ESTAR: Early-Stopping Token-Aware Reasoning For Efficient Inference
This addresses efficiency issues for users of large reasoning models by enabling faster inference without accuracy loss, though it is an incremental improvement on existing methods.
The paper tackles the problem of redundant reasoning in large reasoning models by introducing ESTAR, which reduces reasoning length by about 3.7x (from 4,799 to 1,290 tokens) while preserving accuracy (74.9% vs. 74.2%) across four datasets.

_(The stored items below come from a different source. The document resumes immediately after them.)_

"""Geometric elements (straights, arcs, spirals) and the Fresnel integrals behind them.

Test paths are built here from exact clothoid geometry with ``scipy.special.fresnel`` (an
implementation independent of ours), sampled at uneven times with varying speed, seed fixed.
"""

import mpmath
import numpy as np
import osculate as osc
import pytest
from osculate import _core
from osculate.elements import KINDS, elements, elements_of
from scipy.special import fresnel as scipy_fresnel

STRAIGHT, ARC, SPIRAL = 0, 1, 2


# --------------------------------------------------------------------------- Fresnel integrals


def test_fresnel_matches_scipy():
    # Reference: scipy.special.fresnel (cephes fresnl), which returns (S, C). Tolerance 1e-13
    # absolute over |x| ≤ 1000, dense near the series / continued-fraction switch at 1.5.
    x = np.concatenate(
        [
            np.linspace(-1000.0, 1000.0, 400_001),
            np.linspace(1.49, 1.51, 2001),
            np.geomspace(1e-300, 1.0, 2001),
            [0.0, -0.0],
        ]
    )
    c, s = _core.fresnel(x)
    s_ref, c_ref = scipy_fresnel(x)
    assert np.max(np.abs(c - c_ref)) < 1e-13
    assert np.max(np.abs(s - s_ref)) < 1e-13
    # Small arguments: C(x) = x − …, S(x) = πx³/6 − … relative to 1e-15 (A&S 7.3.11–12).
    tiny = np.geomspace(1e-300, 1e-6, 50)
    ct, st = _core.fresnel(tiny)
    assert np.allclose(ct, tiny, rtol=1e-15, atol=0)
    assert np.allclose(st, np.pi * tiny**3 / 6, rtol=1e-11, atol=0)


def test_fresnel_large_arguments_against_mpmath():
    # Reference: mpmath.fresnelc / fresnels at 30 digits (same normalisation). Beyond |x| ≈ 50
    # scipy's phase πx²/2 carries a rounding of about ulp(x²) (its difference from ours grows
    # like 1e-16·x, 4e-14 at x = 730); ours reduces the phase exactly: 1e-15 absolute here.
    mpmath.mp.dps = 30
    for x in (73.3, 729.12, 12345.678, 3.0e6):
        c, s = _core.fresnel(np.array([x]))
        assert abs(c[0] - float(mpmath.fresnelc(x))) < 1e-15
        assert abs(s[0] - float(mpmath.fresnels(x))) < 1e-15
    c, s = _core.fresnel(np.array([np.inf, -np.inf, np.nan]))
    assert c[:2].tolist() == [0.5, -0.5] and s[:2].tolist() == [0.5, -0.5]
    assert np.isnan(c[2]) and np.isnan(s[2])


# --------------------------------------------------------------------------- exact test paths


def _arc_points(x0, y0, th0, k0, rate, v):
    """Points at offsets v of a clothoid (k = k0 + rate·v) from (x0, y0, th0), exact."""
    v = np.asarray(v, dtype=float)
    if rate == 0.0:
        if k0 == 0.0:
            return x0 + v * np.cos(th0), y0 + v * np.sin(th0)
        th = th0 + k0 * v
        return x0 + (np.sin(th) - np.sin(th0)) / k0, y0 - (np.cos(th) - np.cos(th0)) / k0
    sign = 1.0 if rate > 0 else -1.0  # mirror a negative rate: conj of the positive case
    r, k, th = abs(rate), sign * k0, sign * th0
    scale = np.sqrt(np.pi / r)
    u0, u = k / np.sqrt(np.pi * r), (k + r * v) / np.sqrt(np.pi * r)
    s0, c0 = scipy_fresnel(u0)
    s1, c1 = scipy_fresnel(u)
    # ∫₀ᵛ e^{i(th + k w + r w²/2)} dw = e^{i(th − k²/(2r))} √(π/r) [E(u) − E(u0)].
    ph = th - k * k / (2 * r)
    dx = scale * (np.cos(ph) * (c1 - c0) - np.sin(ph) * (s1 - s0))
    dy = scale * (np.sin(ph) * (c1 - c0) + np.cos(ph) * (s1 - s0))
    return x0 + dx, y0 + sign * dy


def chain(parts, s, start=(0.0, 0.0, 0.0)):
    """Positions at arc lengths s along elements (length, k_start, k_end)."""
    x, y, th = start
    xs, ys = np.empty_like(s), np.empty_like(s)
    u0 = 0.0
    for j, (length, k0, k1) in enumerate(parts):
        last = j == len(parts) - 1
        on = (s >= u0) & ((s < u0 + length) | last)
        rate = (k1 - k0) / length
        xs[on], ys[on] = _arc_points(x, y, th, k0, rate, s[on] - u0)
        x, y = _arc_points(x, y, th, k0, rate, length)
        x, y = float(x), float(y)
        th += k0 * length + 0.5 * rate * length**2
        u0 += length
    return xs, ys


def sampling(total, seed):
    """Uneven times (steps 0.05–0.15 s) and a speed varying 10–20 m/s; arc lengths in [0, total]."""
    rng = np.random.default_rng(seed)
    dt = rng.uniform(0.05, 0.15, int(total / 10.0 / 0.05) + 10)
    t = np.concatenate([[0.0], np.cumsum(dt)])
    speed = 15.0 + 5.0 * np.sin(0.3 * t)
    s = np.concatenate([[0.0], np.cumsum(0.5 * (speed[1:] + speed[:-1]) * dt)])
    keep = s <= total
    return t[keep], s[keep]


R = 200.0
TRANSITION = [  # straight → spiral → arc → spiral → straight, A² = R L = 12000
    (80.0, 0.0, 0.0),
    (60.0, 0.0, 1 / R),
    (100.0, 1 / R, 1 / R),
    (60.0, 1 / R, 0.0),
    (80.0, 0.0, 0.0),
]
REVERSE = [  # left curve, S-spiral through zero curvature, right curve
    (60.0, 0.0, 0.0),
    (50.0, 0.0, 1 / 150.0),
    (70.0, 1 / 150.0, 1 / 150.0),
    (100.0, 1 / 150.0, -1 / 250.0),
    (90.0, -1 / 250.0, -1 / 250.0),
    (50.0, -1 / 250.0, 0.0),
    (60.0, 0.0, 0.0),
]


def path(parts, seed, noise=0.0):
    total = sum(p[0] for p in parts)
    t, s = sampling(total, seed)
    x, y = chain(parts, s, start=(12.0, -7.0, 0.4))
    rng = np.random.default_rng(seed + 1000)
    xy = np.column_stack([x, y]) + noise * rng.standard_normal((len(t), 2))
    return t, xy, s


def expected_lengths(parts, s_last):
    lengths = [p[0] for p in parts]
    lengths[-1] -= sum(lengths) - s_last  # the last element ends at the last sample
    return np.array(lengths)


def kinds_of(parts):
    return [STRAIGHT if k0 == k1 == 0 else ARC if k0 == k1 else SPIRAL for _, k0, k1 in parts]


@pytest.mark.parametrize("parts", [TRANSITION, REVERSE], ids=["transition", "reverse"])
def test_noise_free_chain_is_recovered(parts):
    t, xy, s = path(parts, seed=3)
    el = elements(t, xy)
    assert el.kind.tolist() == kinds_of(parts)
    assert el.refined.all()
    # Lengths, radii and A against the design values above; tolerance 1e-6 relative (the
    # Levenberg–Marquardt stop, not the data, limits it: positions are exact to rounding).
    want = expected_lengths(parts, s[-1])
    np.testing.assert_allclose(el.length, want, rtol=1e-6)
    k0 = np.array([p[1] for p in parts])
    k1 = np.array([p[2] for p in parts])
    np.testing.assert_allclose(el.start_curvature, k0, atol=1e-8)
    np.testing.assert_allclose(el.end_curvature, k1, atol=1e-8)
    arcs = el.kind == ARC
    np.testing.assert_allclose(el.radius[arcs], 1 / np.abs(k0[arcs]), rtol=1e-6)
    sp = el.kind == SPIRAL
    a_true = np.sqrt(want[sp] / np.abs(k1[sp] - k0[sp]))
    np.testing.assert_allclose(el.spiral_parameter[sp], a_true, rtol=1e-6)
    assert np.nanmax(el.max_distance) < 1e-6
    # Start of the chain: the first sample and the heading 0.4 rad given above.
    assert abs(el.x[0] - 12.0) < 1e-6 and abs(el.y[0] + 7.0) < 1e-6
    assert abs(el.heading[0] - 0.4) < 1e-8


def test_spiral_from_straight_into_arc_has_a_squared_equal_rl():
    # Common practice of the trade: a clothoid from κ = 0 into radius R over length L has
    # A² = R L. Noise-free: 1e-6 relative.
    t, xy, _ = path(TRANSITION, seed=4)
    el = elements(t, xy)
    a2 = el.spiral_parameter[1] ** 2
    assert abs(a2 - el.radius[2] * el.length[1]) < 1e-6 * a2
    assert abs(a2 - R * 60.0) < 1e-6 * a2


@pytest.mark.parametrize("parts", [TRANSITION, REVERSE], ids=["transition", "reverse"])
@pytest.mark.parametrize("seed", [11, 12, 13])
def test_noisy_chain(parts, seed):
    noise = 0.03  # 3 cm per coordinate
    t, xy, s = path(parts, seed=seed, noise=noise)
    el = elements(t, xy)
    assert el.kind.tolist() == kinds_of(parts)
    spacing = np.median(np.diff(s))
    want = expected_lengths(parts, s[-1])
    # Lengths within max(2 %, 2 sample spacings) of the design values.
    assert np.all(np.abs(el.length - want) <= np.maximum(0.02 * want, 2 * spacing))
    k0 = np.array([p[1] for p in parts])
    k1 = np.array([p[2] for p in parts])
    arcs = el.kind == ARC
    np.testing.assert_allclose(el.radius[arcs], 1 / np.abs(k0[arcs]), rtol=0.02)
    sp = el.kind == SPIRAL
    a_true = np.sqrt(np.array([p[0] for p in parts])[sp] / np.abs(k1[sp] - k0[sp]))
    np.testing.assert_allclose(el.spiral_parameter[sp], a_true, rtol=0.05)
    # Lateral RMS: the noise's component along the normal has the per-coordinate σ; with
    # 30–90 samples per element, within 35 % of it.
    np.testing.assert_allclose(el.rms, noise, rtol=0.35)


def test_rotation_and_translation_invariance():
    # Rotating by φ and translating by a far offset changes the start points and headings
    # accordingly and nothing else (1e-6 relative: the fit's stop).
    t, xy, _ = path(REVERSE, seed=5)
    phi, shift = 2.1, np.array([3.0e5, -4.0e5])
    rot = np.array([[np.cos(phi), -np.sin(phi)], [np.sin(phi), np.cos(phi)]])
    a = elements(t, xy)
    b = elements(t, xy @ rot.T + shift)
    assert a.kind.tolist() == b.kind.tolist()
    np.testing.assert_allclose(b.length, a.length, rtol=1e-6)
    np.testing.assert_allclose(b.start_curvature, a.start_curvature, atol=1e-9)
    moved = np.column_stack([a.x, a.y]) @ rot.T + shift
    np.testing.assert_allclose(np.column_stack([b.x, b.y]), moved, atol=1e-4)
    dh = np.angle(np.exp(1j * (b.heading - a.heading - phi)))
    assert np.max(np.abs(dh)) < 1e-8


def test_straight_path_is_one_straight():
    rng = np.random.default_rng(21)
    t = np.cumsum(rng.uniform(0.05, 0.15, 800))
    xy = np.column_stack([12.0 * t, -5.0 * t]) + 0.03 * rng.standard_normal((800, 2))
    el = elements(t, xy)
    assert el.kind.tolist() == [STRAIGHT]
    # Length: the first to the last sample along the line (2 sample spacings).
    true = 13.0 * (t[-1] - t[0])
    assert abs(el.length[0] - true) < 2 * 13.0 * 0.15


def test_tracks_3d_and_table():
    # Two tracks given as 3-D paths at height 50 with up = z, ids not in sorted order: the
    # elements of the planar paths, tracks in label order, labelled by track.
    t1, xy1, _ = path(TRANSITION, seed=6)
    t2, xy2, _ = path(REVERSE, seed=7)
    t = np.concatenate([t1, t2])
    xyz = np.column_stack([np.concatenate([xy1, xy2]), np.full(len(t), 50.0)])
    ids = np.array(["b"] * len(t1) + ["a"] * len(t2))
    el = elements(t, xyz, tracks=ids, up=[0, 0, 1])
    assert el.track.tolist() == ["a"] * len(REVERSE) + ["b"] * len(TRANSITION)
    assert el.kind.tolist() == kinds_of(REVERSE) + kinds_of(TRANSITION)
    np.testing.assert_allclose(el.plane, [[1, 0, 0], [0, 1, 0]], atol=1e-15)
    df = el.to_pandas()
    assert len(df) == len(el) and list(df["kind"].astype(str)[:2]) == [KINDS[0], KINDS[2]]
    # Times at element ends increase within a track.
    assert np.all(el.end_time >= el.start_time)


def test_elements_of_reuses_kinematics_and_refine_false_falls_back():
    t, xy, _ = path(TRANSITION, seed=8, noise=0.03)
    k = osc.kinematics(t, xy, method="smooth")
    a = elements_of(k)
    b = elements_of(k, refine=False)
    assert a.kind.tolist() == b.kind.tolist() == kinds_of(TRANSITION)
    assert a.refined.all() and not b.refined.any()
    # The fallback (curvature diagram only) is coarser: its lateral RMS is at least the
    # refined chain's (least squares over a larger family of chains).
    assert np.sqrt(np.mean(b.rms**2)) >= np.sqrt(np.mean(a.rms**2))


T = np.arange(40.0)
XY = np.column_stack([T, np.zeros(40)])


@pytest.mark.parametrize(
    ("kwargs", "argument"),
    [
        ({"penalty": -1.0}, "penalty"),
        ({"penalty": np.nan}, "penalty"),
        ({"min_length": -2.0}, "min_length"),
        ({"significance": 0.0}, "significance"),
        ({"resolution": -1.0}, "resolution"),
        ({"max_iterations": 2.5}, "max_iterations"),
        ({"up": [0, 0, 1]}, "up"),
    ],
)
def test_bad_options_name_the_argument(kwargs, argument):
    with pytest.raises(osc.InputError, match=rf"^{argument}:"):
        elements(T, XY, **kwargs)


def test_3d_needs_up():
    with pytest.raises(osc.InputError, match=r"^up:"):
        elements(T, np.column_stack([XY, T]))
    with pytest.raises(osc.InputError, match=r"^up:"):
        elements(T, np.column_stack([XY, T]), up=[0, 0, 0])


def test_elements_through_kinematics_the_accessor_and_the_command_line(tmp_path):
    # An invented stop-and-go vehicle (tests/test_trust.py): 60 m straight, stop, 30 m straight,
    # quarter circle R = 20 m, 40 m straight, stop, 50 m straight (construction), 5 cm noise.
    # Stops travel no distance, so the chain is straight 90 m → arc 31.4 m → straight 90 m:
    # radius within 2 %, lengths within max(2 %, 2 spacings ~1.6 m), lateral RMS ≈ 0.05 m.
    pd = pytest.importorskip("pandas")
    from osculate.cli import main
    from test_trust import _stop_and_go

    frames = []
    for vid, seed in (("a", 1), ("b", 2)):
        t, x, _, _ = _stop_and_go(np.random.default_rng(seed))
        frames.append(pd.DataFrame({"t": t, "x": x[:, 0], "y": x[:, 1], "van": vid}))
    k = osc.kinematics(frames[0]["t"], frames[0][["x", "y"]], method="smooth")
    el = k.elements()
    assert list(el.kind_name) == ["straight", "arc", "straight"]
    assert abs(el.radius[1] / 20 - 1) <= 0.02
    np.testing.assert_allclose(el.length, [90, 10 * np.pi, 90], atol=max(1.6, 0.02 * 90))
    assert np.all(np.abs(el.rms - 0.05) <= 0.015)
    df = pd.concat(frames).sort_values("t", kind="stable").reset_index(drop=True)
    table = df.osc.elements(time="t", position=["x", "y"], by="van", method="smooth")
    assert list(table["van"]) == ["a"] * 3 + ["b"] * 3
    # The accessor runs the same kernels on the same rows: equal to rounding (1e-9).
    np.testing.assert_allclose(table["radius"].to_numpy()[:3], el.radius, rtol=1e-9)
    src, out = tmp_path / "log.csv", tmp_path / "elements.csv"
    df.to_csv(src, index=False)
    args = ["--time", "t", "--position", "x,y", "--track", "van", "--method", "smooth", "-q"]
    assert main(["summary", str(src), *args, "--elements", str(out)]) == 0
    back = pd.read_csv(out)
    np.testing.assert_allclose(back["radius"], table["radius"], rtol=1e-9)
    assert list(back["kind"]) == list(table["kind"].astype(str))
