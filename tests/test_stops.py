"""osculate.stops: the rules that turn STOPPED samples into stop intervals.

Synthetic flags on a 1 s clock make each rule visible: runs of STOPPED samples, moving gaps of
at most two samples bridged (MERGE_SAMPLES), a shortest stop of five mean time steps
(MIN_STOP_STEPS) unless ``min_stop`` says otherwise, tracks kept apart, INVALID rows never
stopped, and ends trimmed to samples within three noise levels of the stop's centre
(HOLD_NOISE). Expected rows follow from those rules and the construction.
"""

import numpy as np
import osculate as osc
from osculate.stops import Stops, find_stops, stop_table

STOPPED, INVALID = int(osc.Flag.STOPPED), int(osc.Flag.INVALID)


def track(n, stopped, extra=None):
    """Times 0, 1, ..., n − 1 s, STOPPED at the given rows.

    The positions (t, 0) m differ from row to row, so that no two runs share a place: with
    unknown noise (NaN) stops are neither trimmed nor merged by place.
    """
    t = np.arange(n, dtype=float)
    x = np.column_stack([t, np.zeros(n)])
    flags = np.zeros(n, np.uint8)
    flags[list(stopped)] = STOPPED
    if extra is not None:
        rows, bits = extra
        flags[list(rows)] |= np.uint8(bits)
    return t, x, flags


def stops_of(t, x, flags, offsets=None, noise=None, min_stop=None):
    offsets = np.array([0, len(t)]) if offsets is None else np.asarray(offsets)
    m = len(offsets) - 1
    noise = np.full(m, np.nan) if noise is None else np.asarray(noise, dtype=float)
    first, last, code = find_stops(t, x, flags, offsets, noise, min_stop)
    return [(int(a), int(b), int(c)) for a, b, c in zip(first, last, code)]


def test_a_run_of_stopped_samples_is_one_stop():
    assert stops_of(*track(100, range(20, 40))) == [(20, 39, 0)]


def test_moving_gaps_of_two_samples_are_bridged_three_are_not():
    bridged = [*range(20, 30), *range(32, 46)]  # rows 30, 31 moving
    assert stops_of(*track(100, bridged)) == [(20, 45, 0)]
    apart = [*range(20, 30), *range(33, 46)]  # rows 30, 31, 32 moving
    assert stops_of(*track(100, apart)) == [(20, 29, 0), (33, 45, 0)]


def test_shortest_stop_is_five_mean_steps_unless_given():
    # Mean step 1 s: 6 samples span 5 s and stay, 5 samples span 4 s and go.
    assert stops_of(*track(100, range(20, 26))) == [(20, 25, 0)]
    assert stops_of(*track(100, range(20, 25))) == []
    assert stops_of(*track(100, range(20, 25)), min_stop=4.0) == [(20, 24, 0)]
    assert stops_of(*track(100, range(20, 40)), min_stop=19.5) == []


def test_stops_never_cross_tracks_or_count_invalid_rows():
    t, x, flags = track(100, range(40, 60))
    t[50:] -= 50.0  # two tracks of 50 rows, each with its own clock
    assert stops_of(t, x, flags, offsets=[0, 50, 100]) == [(40, 49, 0), (50, 59, 1)]
    # INVALID rows in the middle of a stop: the stop ends before them and starts again after.
    t, x, flags = track(100, range(20, 60), extra=(range(38, 41), INVALID))
    assert stops_of(t, x, flags) == [(20, 37, 0), (41, 59, 0)]


def test_ends_are_trimmed_to_samples_that_hold_the_position():
    # Noise 1 cm: a sample holds the stop within 3 cm of its centre. Rows 22-39 stand at x = 20,
    # rows 20 and 21 are still 5 cm short: the centre is 20 − 0.1/20 = 19.995 m, rows 22-39 lie
    # 5 mm from it, rows 20 and 21 45 mm: trimmed. With unknown noise nothing is trimmed.
    t, x, flags = track(100, range(20, 40))
    x[20:40, 0] = 20.0
    x[20:22, 0] = 19.95
    assert stops_of(t, x, flags, noise=[0.01]) == [(22, 39, 0)]
    assert stops_of(t, x, flags) == [(20, 39, 0)]


def test_stop_table_on_the_callers_rows():
    t, x, flags = track(100, range(20, 40))
    x[20:40] = [3.0, 4.0]  # held at (3, 4)
    first, last, code = find_stops(t, x, flags, np.array([0, 100]), np.array([0.01]))
    order = np.arange(100)[::-1]  # kernel row r is the caller's row 99 − r
    table = stop_table(t, x, first, last, code, np.array(["van"]), order)
    assert len(table) == 1 and table.track.tolist() == ["van"]
    assert (table.start[0], table.end[0], table.duration[0]) == (20.0, 39.0, 19.0)
    assert table.samples.tolist() == [20] and table.track_index.tolist() == [0]
    assert (table.first_row[0], table.last_row[0]) == (79, 60)
    np.testing.assert_array_equal(table.position, [[3.0, 4.0]])  # mean of exact positions
    cols = table.columns()
    names = ["track", "start", "end", "duration", "position_x", "position_y", "samples"]
    assert list(cols) == names
    assert table["duration"] is table.duration
    empty = stop_table(t, x, first[:0], last[:0], code[:0], np.array(["van"]), None)
    assert len(empty) == 0 and empty.position.shape == (0, 2)
    assert len(Stops.none(3)) == 0 and Stops.none(3).position.shape == (0, 3)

Large reasoning models (LRMs) achieve state-of-the-art performance by generating long chains-of-thought, but often waste computation on redundant reasoning after the correct answer has already been reached. We introduce Early-Stopping for Token-Aware Reasoning (ESTAR), which detects and reduces such reasoning redundancy to improve efficiency without sacrificing accuracy. Our method combines (i) a trajectory-based classifier that identifies when reasoning can be safely stopped, (ii) supervised fine-tuning to teach LRMs to propose self-generated <stop> signals, and (iii) <stop>-aware reinforcement learning that truncates rollouts at self-generated stop points with compute-aware rewards. Experiments on four reasoning datasets show that ESTAR reduces reasoning length by about 3.7x (from 4,799 to 1,290) while preserving accuracy (74.9% vs. 74.2%), with strong cross-domain generalization. These results highlight early stopping as a simple yet powerful mechanism for improving reasoning efficiency in LRMs.